DATA SUPPLIED:
import { openDB, type DBSchema, type IDBPDatabase } from 'idb'
import type { Command } from '../../shared/commands/index.ts'

/** What was done and not yet acknowledged, on this device: it survives a reload, a crash and a session that ended. */
interface Kept {
  /** job and member, so that another member at the same screen neither sees nor sends it. */
  readonly owner: string
  readonly commandId: string
  /** Order of making, within an owner. */
  readonly order: number
  readonly command: Command
}

interface OutboxSchema extends DBSchema {
  commands: { key: [string, string]; value: Kept; indexes: { owner: string } }
}

const formatVersion = 1
let database: Promise<IDBPDatabase<OutboxSchema>> | undefined

const open = () =>
  (database ??= openDB<OutboxSchema>('mudring-outbox', formatVersion, {
    upgrade: (db) => db.createObjectStore('commands', { keyPath: ['owner', 'commandId'] }).createIndex('owner', 'owner'),
  }))

export interface OutboxDisk {
  readonly load: () => Promise<readonly Command[]>
  readonly add: (command: Command) => Promise<void>
  readonly remove: (ids: readonly string[]) => Promise<void>
}

/** The part of the disk that holds one member's queue for one job. */
export function outboxDisk(jobId: string, memberId: string): OutboxDisk {
  const owner = `${jobId}/${memberId}`
  let order = Date.now()
  return {
    load: async () => {
      const kept = await (await open()).getAllFromIndex('commands', 'owner', owner)
      return kept.sort((a, b) => a.order - b.order).map((each) => each.command)
    },
    add: async (command) => {
      await (await open()).put('commands', { owner, commandId: command.id, order: order++, command }, undefined)
    },
    remove: async (ids) => {
      const transaction = (await open()).transaction('commands', 'readwrite')
      await Promise.all([...ids.map((id) => transaction.store.delete([owner, id])), transaction.done])
    },
  }
}
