import { wallPoint } from '../../../../shared/routing/endSpot.ts'
import type { Plate, Room } from '../../../../shared/model/place.ts'
import type { Point } from '../../../../shared/model/fields.ts'

export type Side = 'N' | 'E' | 'S' | 'W'

/** The wall from corner i to the next, clockwise on the drawing, and which way it looks. */
export function wallOf(room: Room, wall: number): { from: Point; to: Point; side: Side } | undefined {
  const from = room.outline[wall]
  const to = room.outline[(wall + 1) % room.outline.length]
  if (!from || !to) return undefined
  const east = to.xMm - from.xMm
  const south = to.yMm - from.yMm
  const side: Side = Math.abs(east) >= Math.abs(south) ? (east >= 0 ? 'N' : 'S') : south >= 0 ? 'E' : 'W'
  return { from, to, side }
}

/** Where a plate is on the plan: along its wall from the left end, or at its own point. Null where nothing says. */
export function platePoint(plate: Plate, room: Room): Point | null {
  if (plate.wall === null) return plate.at
  return wallPoint(room.outline, plate.wall, plate.alongMm ?? 0) ?? plate.at
}

/** The smallest and largest x and y of a room. */
export function extentOf(room: Room): { minX: number; maxX: number; minY: number; maxY: number } {
  const xs = room.outline.map((point) => point.xMm)
  const ys = room.outline.map((point) => point.yMm)
  return { minX: Math.min(...xs), maxX: Math.max(...xs), minY: Math.min(...ys), maxY: Math.max(...ys) }
}
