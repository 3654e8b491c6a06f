import type { Column } from './columns.ts'
import { metrics } from './metrics.ts'
import type { Strand } from './strands.ts'

/** How wide a rack is drawn, and the lanes of its runs over it and under it. */
export interface RackBand {
  readonly rackId: string
  readonly storey: number
  readonly pitch: number
  readonly width: number
  /** From the middle of the column to the middle of the rack. */
  readonly offset: number
  readonly up: number
  readonly down: number
}

export interface ColumnBands {
  readonly racks: readonly RackBand[]
  /** Space for runs that change levels without touching a rack here. */
  readonly crossers: number
  readonly rackWidth: number
}

export function bandsOf(column: Column, strands: readonly Strand[], crossers: number, apart: boolean): ColumnBands {
  const sized = column.racks.map(({ rack, storey }) => {
    const own = strands.filter((strand) => strand.rackId === rack.id)
    const up = own.filter((strand) => strand.up).length
    const down = own.length - up
    const most = Math.max(up, down, 1)
    const pitch = Math.min(apart ? metrics.lane.apart : metrics.lane.bundled, (apart ? 2 : 1) * metrics.lane.mostWidth / most)
    return { rackId: rack.id, storey, pitch, up, down, width: Math.max(metrics.rack.width, most * pitch + 4) }
  })
  const total = sized.reduce((sum, each) => sum + each.width + metrics.rack.gap, -metrics.rack.gap)
  let at = -total / 2
  const racks = sized.map((each) => {
    const offset = at + each.width / 2
    at += each.width + metrics.rack.gap
    return { ...each, offset }
  })
  return { racks, crossers, rackWidth: Math.max(0, total) }
}

/** How far a column reaches left and right of its middle on a storey; nothing where nothing passes. */
export function reach(column: Column, bands: ColumnBands, strands: readonly Strand[], storey: number, crossed: boolean): { left: number; right: number } {
  const crossers = crossed && bands.crossers ? bands.rackWidth / 2 + 6 + bands.crossers * metrics.localLane + 4 : 0
  if (column.racks.some((rack) => rack.storey === storey)) return { left: bands.rackWidth / 2, right: Math.max(bands.rackWidth / 2 + 8, crossers) }
  let left = 0
  let right = crossers
  for (const band of bands.racks) {
    const own = strands.filter((strand) => strand.rackId === band.rackId && (storey > band.storey ? strand.up : !strand.up))
    const passing = own.filter((strand) => (storey > band.storey ? strand.corridor >= storey : strand.corridor <= storey))
    if (!passing.length) continue
    const gone = own.filter((strand) => !passing.includes(strand))
    const half = (own.length * band.pitch) / 2
    const goneLeft = gone.filter((strand) => strand.side === 'left').length * band.pitch
    const goneRight = gone.filter((strand) => strand.side === 'right').length * band.pitch
    left = Math.max(left, half - goneLeft - band.offset + 8)
    right = Math.max(right, half - goneRight + band.offset + 8)
  }
  return { left, right }
}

HOW TO COMPLETE THIS TASK: Go through the material above and output exactly the lines from the one containing "remove: async (ids)" through the one containing "if (plate.wall === null) return plate.at".

RESULT:
    remove: async (ids) => {
      const transaction = (await open()).transaction('commands', 'readwrite')
      await Promise.all([...ids.map((id) => transaction.store.delete([owner, id])), transaction.done])
    },
  }
}
import { wallPoint } from '../../../../shared/routing/endSpot.ts'
import type { Plate, Room } from '../../../../shared/model/place.ts'
import type { Point } from '../../../../shared/model/fields.ts'

export type Side = 'N' | 'E' | 'S' | 'W'

/** The wall from corner i to the next, clockwise on the drawing, and which way it looks. */
export function wallOf(room: Room, wall: number): { from: Point; to: Point; side: Side } | undefined {
  const from = room.outline[wall]
  const to = room.outline[(wall + 1) % room.outline.length]
  if (!from || !to) return undefined
  const east = to.xMm - from.xMm
  const south = to.yMm - from.yMm
  const side: Side = Math.abs(east) >= Math.abs(south) ? (east >= 0 ? 'N' : 'S') : south >= 0 ? 'E' : 'W'
  return { from, to, side }
}

/** Where a plate is on the plan: along its wall from the left end, or at its own point. Null where nothing says. */
export function platePoint(plate: Plate, room: Room): Point | null {
  if (plate.wall === null) return plate.at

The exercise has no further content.